**WHAT TO WORK ON:**
Across the whole listing, find how many lines contain "step", then write that number and nothing else.

**TASK MATERIAL:**
>>>>

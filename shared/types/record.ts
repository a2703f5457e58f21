import type { LapseState } from '../judging/lapse'
import type { PieceStatus, SignOffKind } from '../schemas/lists'

export interface LessonHeld { lesson: string, title: string, level: number, state: LapseState, until: string | null, oneSignature: boolean, signedOn: string | null, signedBy: string | null, isFounding: boolean, signOff: string | null }
export interface RecordAct { id: string, at: string, day: string, level: number | null, kind: SignOffKind | 'sent-back', by: string, byLevel: number, lesson: string, title: string, revision: number, says: string | null, piece: string | null }
export interface RecordPiece { id: string, label: string, lesson: string, title: string, status: PieceStatus, startedAt: string, finishedOn: string | null, turnsDone: number, turnsAll: number, practice: boolean, material: string }
export interface PersonRecord { person: { id: string, name: string, since: string }, today: string, held: LessonHeld[], acts: RecordAct[], pieces: RecordPiece[] }
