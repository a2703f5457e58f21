import type { LapseState } from '../judging/lapse'
import type { PermissionState } from '../judging/permissions'
import type { Permission } from '../lesson/schema'
import type { PieceStatus, SignOffKind } from '../schemas/lists'

export interface LessonHeld { lesson: string, title: string, level: number, state: LapseState, until: string | null, oneSignature: boolean, signedOn: string | null, signedBy: string | null, isFounding: boolean, signOff: string | null }
export interface RecordAct { id: string, at: string, day: string, level: number | null, kind: SignOffKind | 'sent-back', by: string, byLevel: number, lesson: string, title: string, revision: number, says: string | null, piece: string | null }
export interface RecordPiece { id: string, label: string, lesson: string, title: string, status: PieceStatus, /** The day in the studio's zone. */ startedOn: string, finishedOn: string | null, turnsDone: number, turnsAll: number, practice: boolean, material: string }
/** A permission with the act it stands on. */
export interface RecordPermission { permission: Permission, state: PermissionState, by: string, on: string, limit: string | null, says: string | null }
export interface PersonRecord { person: { id: string, name: string, since: string }, today: string, permissions: RecordPermission[], held: LessonHeld[], acts: RecordAct[], pieces: RecordPiece[] }
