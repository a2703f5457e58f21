/** What the bench pages get from the server. Moments are ISO text. */
import type { PieceStarted, StoredEvent } from '../bench/events'
import type { State } from '../bench/state'
import type { Craft, Lesson, Permission } from '../lesson/schema'
import type { PieceStatus } from '../schemas/lists'

export interface HomePiece {
  id: string
  label: string
  lesson: string
  /** The step in hand as it reads with this piece's figures; null when only the closing list is left. */
  step: string | null
  turnsDone: number
  turnsAll: number
  /** Newest photo the studio holds. */
  photo: string | null
  /** A wait of the piece ends then. */
  restsUntil: string | null
  at: string
}
export interface HomeWaiting { id: string, label: string, lesson: string, since: string, restsUntil: string | null }
export interface HomeNote { id: string, says: string, by: string, label: string | null, danger: boolean, at: string }
export interface HomeLesson {
  id: string
  slug: string
  title: string
  craft: Craft
  piece: string
  /** Minutes, the first time or later. */
  minutes: number
  level: number
  pieces: number
  /** Lessons to hold first that are not held, by title. */
  lacks: string[]
  class: string
  /** The class meets today. */
  today: boolean
}
export interface BenchHome { now: string, name: string, pieces: HomePiece[], waiting: HomeWaiting[], notes: HomeNote[], lessons: HomeLesson[] }

export interface BenchLesson {
  lesson: { id: string, slug: string }
  revision: { id: string, number: number, compiledSha: string, engine: number, title: string }
  compiled: Lesson
  /** As it stands today. */
  level: number
  /** The number of the piece that would begin now, from 1. */
  pieceNo: number
  pictures: { name: string, alt: string, mirror: boolean }[]
  /** Permissions a step or the lesson asks for and the person has not. */
  lacks: Permission[]
  /** Lessons to hold first that are not held at the level asked. */
  needs: { slug: string, title: string }[]
  last: PieceStarted['sizes'] | null
  /** Pieces of today, for holds asked once. */
  earlier: State[]
}

export interface RoomRow {
  piece: string
  label: string
  maker: string
  makerId: string
  lesson: string
  step: string | null
  turnsDone: number
  turnsAll: number
  /** When something was last heard of it. */
  at: string
  look: { id: string, about: string, at: string } | null
  /** A hold in hand: what cannot be undone, whether only who looks is missing, and how often it was missed. */
  hold: { turn: string, consequence: string, witness: boolean, misses: number } | null
  stopped: boolean
}
export interface BenchRoom { now: string, rows: RoomRow[] }

/** Where in the line a look that was asked for stands: how many were asked before it. */
export interface LookLine { asked: boolean, before: number }

/** `GET /api/pieces/:piece` as the player takes it up. */
export interface PieceTakenUp {
  piece: { id: string, personId: string, lessonId: string, revisionId: string, label: string, status: PieceStatus }
  revision: { id: string, number: number, title: string, compiledSha: string, engine: number }
  compiled: Lesson
  events: StoredEvent[]
  n: number
  head: string
}
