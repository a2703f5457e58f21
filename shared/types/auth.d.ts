declare module '#auth-utils' {
  interface SecureSessionData { session: string, person: string, epoch: number }
}
export {}
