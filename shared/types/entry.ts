/** What travels between the pages of coming in, people and classes and the server. Dates are ISO text. */
import type { Act } from '../judging/roles'
import type { AgeBand, Ground, Hand, MailKind, Role, ROLE_ACTS } from '../schemas/lists'

export interface Me {
  person: { id: string, name: string, hand: Hand, textSize: number, ground: Ground }
  /** Came in by a start card: this evening, this studio. */
  byCard: boolean
  hasEmail: boolean
  studios: { id: string, slug: string, name: string, roles: Role[] }[]
  /** The studio in hand. */
  studio: { id: string, slug: string, name: string, zone: string } | null
  roles: Role[]
  may: Act[]
}

/** What a mailed link is for. `isKnown`: the e-mail has a password here already, and that one is asked. */
export interface LinkAsks { kind: 'invitation' | 'reset' | 'email', name: string, studio: string | null, isKnown: boolean }

export interface PersonRow { id: string, name: string, roles: Role[], ageBand: AgeBand, trailNo: number, joined: string, leftAt: string | null, hasEmail: boolean, cardUntil: string | null }
export interface InvitationRow { id: string, name: string, email: string, roles: Role[], ends: string }
export interface PeopleList { people: PersonRow[], invitations: InvitationRow[] }
export interface PersonView {
  id: string, name: string, roles: Role[], ageBand: AgeBand, trailNo: number, joined: string, leftAt: string | null
  acts: { role: Role, act: (typeof ROLE_ACTS)[number], by: string, at: string }[]
  classes: { id: string, name: string, fromOn: string, untilOn: string | null }[]
}
/** Codes are in this answer and on the paper, and nowhere else. */
export interface CardSheet { className: string, on: string, ends: string, cards: { personId: string, name: string, code: string }[] }
/** A letter that could not be sent. */
export interface LetterRow { id: string, kind: MailKind, to: string, tries: number }
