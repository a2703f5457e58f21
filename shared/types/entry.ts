/** What travels between the pages of coming in, people and classes and the server. Dates are ISO text. */
import type { Act } from '../judging/roles'
import type { Ground, Hand, Role } from '../schemas/lists'

export interface Me {
  person: { id: string, name: string, hand: Hand, textSize: number, ground: Ground }
  studios: { id: string, slug: string, name: string, roles: Role[] }[]
  /** The studio in hand. */
  studio: { id: string, slug: string, name: string, zone: string } | null
  roles: Role[]
  may: Act[]
}
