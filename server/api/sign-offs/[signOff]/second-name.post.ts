import { SecondNameBodySchema, SignOffParamsSchema } from '#shared/schemas/judging'
import { secondName } from '#server/services/names-under'

/** The second name under a level that stands on one signature. */
export default defineEventHandler(async (event) => {
  const who = await requireMay(event, 'sign')
  const { signOff } = await readParams(event, SignOffParamsSchema)
  const { id, password } = await readJson(event, SecondNameBodySchema)
  await requirePassword(event, who, password)
  const signed = await secondName(useDatabase(), who, signOff, id, now(event))
  setResponseStatus(event, signed.isNew ? 201 : 200)
  kickMail()
  return { id: signed.row.id, level: signed.row.level }
})
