import { mountSuspended } from '@nuxt/test-utils/runtime'
import { describe, expect, it } from 'vitest'
import { defineComponent, h, ref } from 'vue'
import type { Block, Drawing, Inline, Picture, Safety } from '#shared/lesson/schema'
import LessonDrawing from '~/components/lesson/LessonDrawing.vue'
import LessonPicture from '~/components/lesson/LessonPicture.vue'
import LessonSafety from '~/components/lesson/LessonSafety.vue'
import LessonText from '~/components/lesson/LessonText.vue'
import { type LessonShown, provideLessonShown } from '~/composables/useLessonShown'

const range = { from: 0, to: 0, line: 1 }
const base: LessonShown = {
  scope: { cut: { kind: 'length', value: 101.69 }, inside: { kind: 'length', value: 3 }, wire: { kind: 'length', value: 0.7 }, neck: { kind: 'length', value: 2.1 }, bead: { kind: 'length', value: 8 } },
  units: 'mm', left: false, mayMirror: true, pictureAt: name => `/pictures/${name}`,
}
/** Mounts something of a lesson inside what shows it. */
async function show(make: () => ReturnType<typeof h>, more: Partial<LessonShown> = {}) {
  const shown = ref({ ...base, ...more })
  const wrapper = await mountSuspended(defineComponent({ setup() { provideLessonShown(shown); return make } }))
  return { wrapper, shown }
}
const text = (v: string): Inline => ({ t: 'text', v })

describe('the text of a lesson', () => {
  it('shows figures in the person’s units, and follows them as they change', async () => {
    const line: Inline[] = [text('Cut '), { t: 'figure', name: 'cut' }, text(', mark '), { t: 'figure', name: 'neck', to: 0.5 }]
    const { wrapper, shown } = await show(() => h(LessonText, { line }))
    expect(wrapper.text()).toBe('Cut 102 mm, mark 2.0 mm')
    shown.value = { ...shown.value, units: 'in' }
    await wrapper.vm.$nextTick()
    expect(wrapper.text()).toContain('4 in')
  })
  it('turns by the hand, unless the object may not be the mirror image', async () => {
    const line: Inline[] = [{ t: 'turning', v: 'clockwise' }]
    expect((await show(() => h(LessonText, { line }))).wrapper.text()).toBe('clockwise')
    expect((await show(() => h(LessonText, { line }), { left: true })).wrapper.text()).toBe('anticlockwise')
    expect((await show(() => h(LessonText, { line }), { left: true, mayMirror: false })).wrapper.text()).toBe('clockwise')
  })
  it('shows marks of HTML as the letters they are', async () => {
    const blocks: Block[] = [{ t: 'p', c: [text('<img src=x onerror=alert(1)> a < b')] }]
    const { wrapper } = await show(() => h(LessonText, { blocks }))
    expect(wrapper.find('img').exists()).toBe(false)
    expect(wrapper.text()).toBe('<img src=x onerror=alert(1)> a < b')
  })
  it('goes only where a safe address leads', async () => {
    const line: Inline[] = [{ t: 'link', href: 'javascript:alert(1)', c: [text('no')] }, { t: 'link', href: 'https://studio.example/', c: [text('yes')] }]
    const { wrapper } = await show(() => h(LessonText, { line }))
    expect(wrapper.findAll('a').map(a => a.text())).toEqual(['yes'])
  })
  it('says of a figure without a value that it has none', async () => {
    expect((await show(() => h(LessonText, { line: [{ t: 'figure', name: 'gone' }] }))).wrapper.text()).toBe('gone?')
  })
})

describe('a picture', () => {
  const picture = (mirror: boolean): Picture => ({ name: 'cut.svg', alt: [text('Cut at '), { t: 'figure', name: 'cut' }], mirror, range })
  it('turns over for the left hand only where it may', async () => {
    const turned = async (mirror: boolean, left: boolean) => (await show(() => h(LessonPicture, { picture: picture(mirror) }), { left })).wrapper.get('img').classes().includes('lesson-picture-over')
    expect([await turned(true, true), await turned(true, false), await turned(false, true)]).toEqual([true, false, false])
  })
  it('says what it shows, and stands as words when it does not come', async () => {
    const { wrapper } = await show(() => h(LessonPicture, { picture: picture(false) }))
    expect(wrapper.get('img').attributes()).toMatchObject({ src: '/pictures/cut.svg', alt: 'Cut at 102 mm' })
    await wrapper.get('img').trigger('error')
    expect(wrapper.find('img').exists()).toBe(false)
    expect(wrapper.text()).toBe('Cut at 102 mm')
  })
})

describe('a safety note', () => {
  const safety = (word: Safety['word']): Safety => ({ word, hazard: [text('Cut wire flies')], avoid: [{ t: 'p', c: [text('Eyes covered.')] }], when: null, range })
  it('carries its word and shape, not colour alone', async () => {
    for (const word of ['DANGER', 'WARNING', 'CAUTION'] as const) {
      const { wrapper } = await show(() => h(LessonSafety, { safety: safety(word) }))
      expect([wrapper.get('.safety-word').text(), wrapper.get('.safety-text').text()]).toEqual([word, 'Cut wire flies. Eyes covered.'])
      expect(wrapper.find('svg').exists()).toBe(true)
    }
    const { wrapper } = await show(() => h(LessonSafety, { safety: safety('NOTICE') }))
    expect(wrapper.find('svg').exists()).toBe(false)
  })
})

describe('a drawing', () => {
  const name = (n: string) => [{ k: 'name' as const, n }]
  const loop: Drawing = { kind: 'loop', args: { inside: name('inside'), wire: name('wire'), neck: name('neck'), bead: name('bead') }, when: null, range }
  it('puts the figures on it', async () => {
    const { wrapper } = await show(() => h(LessonDrawing, { drawing: loop }))
    expect(wrapper.get('svg').attributes('aria-label')).toBe('Drawing: loop. 3 mm, neck 2.1 mm.')
  })
  it('is not there where a figure is missing', async () => {
    const { wrapper } = await show(() => h(LessonDrawing, { drawing: { ...loop, args: { ...loop.args, neck: name('gone') } } }))
    expect(wrapper.find('svg').exists()).toBe(false)
  })
})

<<<<

**RESPONSE TO THIS EXERCISE:**
4